Most consumers recognize that crypto investments are not protected, although 12% of crypto users believe otherwise.

New to the report this time around is stablecoins.

The research stated:

“One in three (33%) crypto users had heard of the stablecoin market leader, Tether. Binance Coin achieved 27% recognition, followed by Diem (21%), USDC (18%), TrueUSD (11%) and Paxos Standard (9%). Ownership of these was much lower, peaking at 7% of crypto users for Binance Coin followed by 6% for Tether. 87% of crypto users said none of the cryptocurrencies they purchased were stablecoins.”


Source: Research note “Cryptoasset consumer research 2021”

While awareness of stablecoins may be edging up, understanding remains low. Only 36% of crypto users were able to correctly identify the definition of stablecoins. Indeed, when asked why they hadn’t bought any stablecoin, 45% of crypto users referred to a lack of knowledge about them, and 15% a lack of knowledge on how to buy them. But 46% mentioned either being unclear on the benefit of having no need to buy them, demonstrating that many consumers are less persuaded of the benefits of stablecoins.

Sheldon Mills, FCA’s Executive Director, Consumers and Competition said:

“The research highlights increased interest in crypto assets among UK customers. The market has continued to grow, and some investors have benefitted as prices have risen. However, it is important for customers to understand that because these products are largely unregulated that if something goes wrong they are unlikely to have access to the FSCS or the Financial Ombudsman Service. If consumers invest in these types of products, they should be prepared to lose all their money.”

Future purchases

Finally, about half of crypto users plan to buy more; a similar proportion says they know they’ll make money at some point. Regarding future plans, 47% of crypto users said they are planning to buy crypto in the future. 30% said they will use previous gains from crypto to fund this – only 17% said they have already done so. 26% said they will use other long-term savings or investments. This may hint at optimism regarding the future path for cryptocurrency investment returns.

The research concluded:

“Looking forward, 37% of crypto users say they don’t know how long they expect to hold their cryptocurrencies. 16% of those providing a time period said they intend to sell within 3 months. But at the opposite end of the spectrum, 49% said they intend to hold for 5 years or more.”

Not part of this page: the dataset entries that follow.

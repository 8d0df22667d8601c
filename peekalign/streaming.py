"""Streaming analyses: trigger windows, right context, word reach, cut attention
mass, window consistency, the latency budget and the look-ahead sweep.

Triggered attention (2019), CTC-triggered attention decoding, lets the decoder predict token
``u`` from encoder frames ``[0, n_u + lookahead]`` (optionally from ``n_u - look_back``
on), ``n_u`` being the token's trigger frame. Everything here is plain numpy over one
utterance's arrays; results are small dataclasses.
"""

from __future__ import annotations

import csv
import functools
import math
import os
import re
from collections.abc import Callable, Iterable
from dataclasses import asdict, dataclass, field
from typing import NamedTuple

import numpy as np

from .align import Alignment, Greedy, align_tokens, greedy_decode
from .clock import FrameClock
from .exceptions import ParameterError, PeekalignError, describe
from .model import Bundle, Problem, Utterance

__all__ = [
    "TRIGGER_SOURCES",
    "Triggers",
    "causal_triggers",
    "match_triggers",
    "Consistency",
    "CutMass",
    "LatencyBudget",
    "Sweep",
    "SweepRow",
    "Windows",
    "WordReach",
    "attention_windows",
    "cut_mass",
    "cut_mass_and_consistency",
    "algorithmic_lookahead",
    "latency_budget",
    "sweep",
    "token_windows",
    "trigger_frames",
    "window_consistency",
    "word_reach",
]

#: Tolerance (seconds) of the reach test ``margin >= 0`` against float rounding.
MARGIN_TOL_S = 1e-9


def _check_int(name: str, value, func: str, lo: int = 0) -> int:
    if isinstance(value, bool) or not isinstance(value, int) or value < lo:
        raise ParameterError(
            f"The {name!r} parameter of {func} must be an int in the range [{lo}, inf). "
            f"Got {value!r} instead."
        )
    return value


def _check_float(name: str, value, func: str, *, positive: bool = False) -> float:
    ok = isinstance(value, (int, float)) and not isinstance(value, bool)
    ok = (
        ok and (value > 0 if positive else value >= 0) and value == value and value != float("inf")
    )
    if not ok:
        rng = "(0, inf)" if positive else "[0, inf)"
        raise ParameterError(
            f"The {name!r} parameter of {func} must be a float in the range {rng}. "
            f"Got {value!r} instead."
        )
    return float(value)


@dataclass(frozen=True)
class LatencyBudget:
    """Algorithmic delay of a streaming recognizer, in milliseconds.

    ``encoder_ms = layers * per_layer * frame_shift``, ``decoder_ms = lookahead *
    frame_shift``, ``total_ms = encoder_ms + decoder_ms + front_end_ms``.
    """

    frame_shift_ms: float
    encoder_frames: int
    decoder_frames: int
    encoder_ms: float
    decoder_ms: float
    front_end_ms: float
    total_ms: float

    def as_dict(self) -> dict:
        return asdict(self)


def latency_budget(
    *,
    frame_shift_ms: float,
    layers: int = 0,
    per_layer: int = 0,
    lookahead: int = 0,
    front_end_ms: float = 0.0,
) -> LatencyBudget:
    """Latency budget of time-restricted encoder layers plus a decoder look-ahead.

    Each encoder layer sees ``per_layer`` future frames, so ``layers`` layers see
    ``layers * per_layer`` frames ahead; the decoder sees ``lookahead`` frames past
    the trigger frame (common practice; no single source).

    Examples
    --------
    >>> b = latency_budget(frame_shift_ms=40, layers=12, per_layer=1, lookahead=18)
    >>> b.encoder_ms, b.decoder_ms, b.total_ms
    (480.0, 720.0, 1200.0)
    """
    fn = "latency_budget"
    shift = _check_float("frame_shift_ms", frame_shift_ms, fn, positive=True)
    layers = _check_int("layers", layers, fn)
    per_layer = _check_int("per_layer", per_layer, fn)
    lookahead = _check_int("lookahead", lookahead, fn)
    front = _check_float("front_end_ms", front_end_ms, fn)
    enc_frames = layers * per_layer
    enc = enc_frames * shift
    dec = lookahead * shift
    return LatencyBudget(shift, enc_frames, lookahead, enc, dec, front, enc + dec + front)


def algorithmic_lookahead(
    clock: FrameClock, *, lookahead: int = 0, encoder_lookahead=None
) -> LatencyBudget:
    """The algorithmic look-ahead of a streaming set-up, from its frame clock.

    How far past the centre of a token's trigger frame the input reaches when the
    decoder emits the token: encoder look-ahead plus decoder look-ahead (frames times
    the frame shift) plus the front end's own look-ahead past a frame's centre
    (``clock.right_context_s``). It leaves out the emission delay (how late the
    trigger frame comes) and compute time. The one figure behind the view's right context,
    the sweep's and report's latency column and ``peekalign latency``
    (DEVELOPERS.md, "Look-ahead, right context and reach").

    Parameters
    ----------
    clock : FrameClock
    lookahead : int
        Decoder look-ahead in frames.
    encoder_lookahead : int or (layers, per_layer), optional
        Encoder look-ahead in frames, or the layers and per-layer look-ahead.

    Returns
    -------
    LatencyBudget

    Examples
    --------
    >>> from peekalign import FrameClock
    >>> c = FrameClock(0.04, right_context_s=0.025)
    >>> algorithmic_lookahead(c, lookahead=6, encoder_lookahead=(2, 1)).total_ms
    345.0
    """
    fn = "algorithmic_lookahead"
    if not isinstance(clock, FrameClock):
        raise ParameterError(
            f"The 'clock' parameter of {fn} must be a FrameClock. "
            f"Got {type(clock).__name__} instead."
        )
    return latency_budget(
        frame_shift_ms=clock.frame_shift_s * 1000,
        layers=_encoder_frames(encoder_lookahead, fn),
        per_layer=1,
        lookahead=_check_int("lookahead", _as_int(lookahead), fn),
        front_end_ms=clock.right_context_s * 1000,
    )


# ---------------------------------------------------------------------------
# trigger frames and windows
# ---------------------------------------------------------------------------

_RULES = ("first", "spike")


def trigger_frames(source, rule: str = "first") -> np.ndarray:
    """Trigger frame of each token.

    Parameters
    ----------
    source : Alignment, search Hypothesis or SearchResult
        A forced alignment (:func:`peekalign.align_tokens`), or the output of the
        prefix search (its best hypothesis when a whole result is given).
    rule : {"first", "spike"}
        For an alignment: the first frame of the token's CTC segment (the usual
        trigger of triggered attention) or its spike (frame of highest posterior in
        the segment). A search hypothesis carries the frame at which the search
        created the prefix ending in each token; it takes ``rule="first"`` (or
        ``"creation"``) only.

    Returns
    -------
    ndarray of int32, shape (U,)

    Examples
    --------
    >>> import numpy as np
    >>> from peekalign import align_tokens
    >>> lp = np.log(np.array([[.1, .8, .1], [.1, .8, .1], [.8, .1, .1], [.1, .1, .8]]))
    >>> a = align_tokens(lp, [1, 2])
    >>> trigger_frames(a).tolist(), trigger_frames(a, "spike").tolist()
    ([0, 3], [0, 3])
    """
    if isinstance(source, Alignment):
        if rule not in _RULES:
            raise ParameterError(
                f"The 'rule' parameter of trigger_frames must be one of {_RULES}. "
                f"Got {rule!r} instead."
            )
        return source.triggers(rule).astype(np.int32)
    hyp = source
    if hasattr(source, "hypotheses") and hasattr(source, "best"):
        hyp = source.best
    frames = getattr(hyp, "trigger_frames", None)
    if isinstance(frames, np.ndarray):
        if rule not in ("first", "creation"):
            raise ParameterError(
                "The 'rule' parameter of trigger_frames must be 'first' or 'creation' for a "
                f"search hypothesis (it holds creation frames only). Got {rule!r} instead; "
                "forced-align the hypothesis tokens to get spikes."
            )
        return frames.astype(np.int32)
    raise ParameterError(
        "The 'source' parameter of trigger_frames must be an Alignment, a search "
        f"Hypothesis or a SearchResult. Got {type(source).__name__} instead."
    )


#: Where trigger frames come from. ``"greedy"`` (the CTC branch's best path) and
#: ``"search"`` (the traced prefix search) are what a streaming system has while it
#: runs; ``"oracle"`` is a Viterbi forced alignment of the whole token sequence, which
#: needs the reference (or the finished hypothesis) in advance. See DEVELOPERS.md,
#: "Causal triggers".
TRIGGER_SOURCES = ("greedy", "search", "oracle")
_SOURCE_LABELS = {"greedy": "CTC greedy", "search": "prefix search", "oracle": "oracle"}


@dataclass(frozen=True, eq=False)
class Triggers:
    """Trigger frame of each token and where it came from.

    Attributes
    ----------
    frames : ndarray of int32, shape (U,)
    oracle : ndarray of bool, shape (U,)
        True where the frame is the forced alignment's (``source="oracle"``, or no
        emitted token was matched to this token).
    matched : ndarray of int64, shape (U,)
        Index of the emitted token whose trigger this token takes (-1: oracle).
    source : {"greedy", "search", "oracle"}
        The source asked for.
    """

    frames: np.ndarray
    oracle: np.ndarray
    matched: np.ndarray
    source: str

    def __len__(self) -> int:
        return int(self.frames.size)

    @property
    def n_oracle(self) -> int:
        """Tokens whose trigger is the forced alignment's."""
        return int(np.count_nonzero(self.oracle))

    @property
    def label(self) -> str:
        """``"CTC greedy"``, ``"CTC greedy; 2 of 9 tokens oracle"`` or ``"oracle"``."""
        name = _SOURCE_LABELS[self.source]
        if self.source == "oracle" or not self.n_oracle:
            return name
        return f"{name}; {self.n_oracle} of {len(self)} tokens oracle"

    def __repr__(self) -> str:
        return f"Triggers({self.label!r}, tokens={len(self)})"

Many cryptocurrencies are highly speculative, but the FCA does not have consumer protection over the crypto activities of companies, even if a company is registered with the FCA.

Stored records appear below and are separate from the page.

Every case goes through the three doors a user has: ``check_bundle`` (one problem,
naming the utterance, what was found and the fix), ``open_bundle(path)[utt_id]`` (the
documented error type with ``.utt`` set; ``.load_audio()`` for audio cases) and
``peekalign check`` (exit 1, one line per problem, no traceback). The other utterance
of the bundle must stay readable: a bad utterance never hides the good ones.

tests/test_bundle.py already covers: missing / 50-byte npz, malformed JSON line,
duplicate ids, vocabulary size mismatch, NaN / +inf log-probs, rank-3 log-probs,
reference longer than the frames, untokenisable word, attention frame / row count,
missing bundle.json fields, BOM + CRLF manifest. None of those is repeated here.
"""

from __future__ import annotations

import io
import json
import re
import subprocess
import sys
import zipfile
from collections.abc import Callable
from dataclasses import dataclass
from pathlib import Path

import numpy as np
import pytest
import soundfile as sf
from conftest import random_log_probs
from test_bundle import SEP, VOCAB

from peekalign import (
    BundleError,
    BundleWriter,
    check_bundle,
    open_bundle,
)
from peekalign.cli import main
from peekalign.clock import encoder_frames, kaldi_frames

SR = 16000
T = 20  # encoder frames of 40 ms: 0.8 s
SHIFT = 0.04
REF = "tram car"
REF_IDS = [VOCAB.index(c) for c in REF.replace(" ", "|")]  # t r a m | c a r
U = len(REF_IDS)


def write_base(path: Path, rng, *, ids=("u0", "u1"), **meta) -> Path:
    """A clean bundle: every optional part present so each case corrupts one thing."""
    with BundleWriter(
        path,
        vocab=VOCAB,
        frame_shift_s=SHIFT,
        word_boundary=SEP,
        sample_rate=SR,
        encoder={"layers": 2, "lookahead_per_layer": 1},
        decoder={"lookahead": 3},
        **meta,
    ) as w:
        for uid in ids:
            w.add(
                uid,
                random_log_probs(rng, T, len(VOCAB)),
                ref=REF,
                hyp=REF,
                hyp_tokens=REF_IDS,
                words=[("tram", 0.08, 0.32), ("car", 0.4, 0.72)],
                attention=rng.dirichlet(np.ones(T), size=(2, 2, U)).astype(np.float16),
                attention_tokens=REF_IDS,
                audio=0.01 * rng.standard_normal(int(T * SHIFT * SR)).astype(np.float32),
            )
    return path


# -- corruption helpers -------------------------------------------------------------


def set_meta(**fields) -> Callable[[Path, str], None]:
    def f(b: Path, uid: str) -> None:
        meta = json.loads((b / "bundle.json").read_text("utf-8"))
        meta.update(fields)
        (b / "bundle.json").write_text(json.dumps(meta), "utf-8")

    return f


def _on_line(edit: Callable[[str], str | bytes]) -> Callable[[Path, str], None]:
    """Apply ``edit`` to ``uid``'s manifest line (found by its id, as the writer spells
    it); other lines keep their bytes, even ones an earlier edit made invalid."""

    def f(b: Path, uid: str) -> None:
        key = f'{{"id": "{uid}",'.encode()
        lines = (b / "utts.jsonl").read_bytes().split(b"\n")
        for i, raw in enumerate(lines):
            if raw.startswith(key):
                new = edit(raw.decode("utf-8", "surrogateescape"))
                lines[i] = new if isinstance(new, bytes) else new.encode()
        (b / "utts.jsonl").write_bytes(b"\n".join(lines))

    return f


def set_line(**fields) -> Callable[[Path, str], None]:
    """Change fields of ``uid``'s manifest line (value ``...`` deletes the field)."""

    def edit(line: str) -> str:
        obj = json.loads(line)
        obj.update(fields)
        return json.dumps({k: v for k, v in obj.items() if v is not ...}, ensure_ascii=False)

    return _on_line(edit)


def replace_line(text: str) -> Callable[[Path, str], None]:
    """Put raw ``text`` in place of ``uid``'s manifest line."""

    return _on_line(lambda line: text)


def arrays(**replace) -> Callable[[Path, str], None]:
    """Rewrite ``uid``'s npz with some arrays replaced (value ``...`` drops one)."""

    def f(b: Path, uid: str) -> None:
        p = b / "arrays" / f"{uid}.npz"
        with np.load(p) as z:
            data = {k: z[k] for k in z.files}
        data.update(replace)
        np.savez(p, **{k: v for k, v in data.items() if v is not ...})

    return f


def raw_file(rel: str, content: bytes | Callable[[bytes], bytes]) -> Callable[[Path, str], None]:
    def f(b: Path, uid: str) -> None:
        p = b / rel.format(uid=uid)
        new = content(p.read_bytes()) if callable(content) else content
        p.write_bytes(new)

    return f


def line_bytes(old: bytes, new: bytes) -> Callable[[Path, str], None]:
    """Replace bytes inside ``uid``'s manifest line only."""
    return _on_line(lambda line: line.encode("utf-8", "surrogateescape").replace(old, new))


def npz_with_short_member(b: Path, uid: str) -> None:
    """An intact zip whose log_probs member holds only part of the array its header
    announces (a dump cut off mid-write, then zipped)."""
    buf = io.BytesIO()
    np.lib.format.write_array(buf, random_log_probs(np.random.default_rng(1), T, len(VOCAB)))
    with zipfile.ZipFile(b / "arrays" / f"{uid}.npz", "w") as zf:
        zf.writestr("log_probs.npy", buf.getvalue()[:400])


def wav(seconds: float, *, header_sr: int = SR, sample_sr: int = SR):
    """``uid``'s audio replaced by ``seconds`` of noise sampled at ``sample_sr`` but
    labelled ``header_sr`` in the WAV header."""

    def f(b: Path, uid: str) -> None:
        y = 0.01 * np.random.default_rng(2).standard_normal(int(seconds * sample_sr))
        sf.write(b / "audio" / f"{uid}.wav", y, header_sr, subtype="PCM_16")

    return f


def remove(rel: str) -> Callable[[Path, str], None]:
    def f(b: Path, uid: str) -> None:
        (b / rel.format(uid=uid)).unlink()

    return f


def to_folder(rel: str) -> Callable[[Path, str], None]:
    def f(b: Path, uid: str) -> None:
        p = b / rel.format(uid=uid)
        p.unlink()
        p.mkdir()

    return f


def lp(fill) -> np.ndarray:
    out = random_log_probs(np.random.default_rng(3), T, len(VOCAB))
    return fill(out)


def att(fill) -> np.ndarray:
    a = np.full((2, 2, U, T), 1.0 / T, np.float32)
    return fill(a)


def _set(a, index, value):
    a[index] = value
    return a


# -- the matrix ---------------------------------------------------------------------


@dataclass(frozen=True)
class Case:
    """``scope``: "utt" (one utterance is bad, named in the message), "line" (a manifest
    line without a usable id, named by its line number) or "bundle" (the whole bundle is
    unreadable, the file named). ``found`` / ``fix`` are regexes for the message."""

    name: str
    corrupt: Callable[[Path, str], None]
    scope: str
    found: str
    fix: str
    audio: bool = False  # the error shows when the audio is touched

The FCA has recently extended the Temporary Registrations Regime (TRR) for existing crypto-asset businesses from 9 July 2021 to 31 March 2022. This allows existing crypto-asset firms, which applied for registration before 16 December 2020, and whose applications are still being assessed, to continue trading.

The extended date allows crypto-asset firms to continue to carry on business whilst the FCA continues with the robust assessment being undertaken.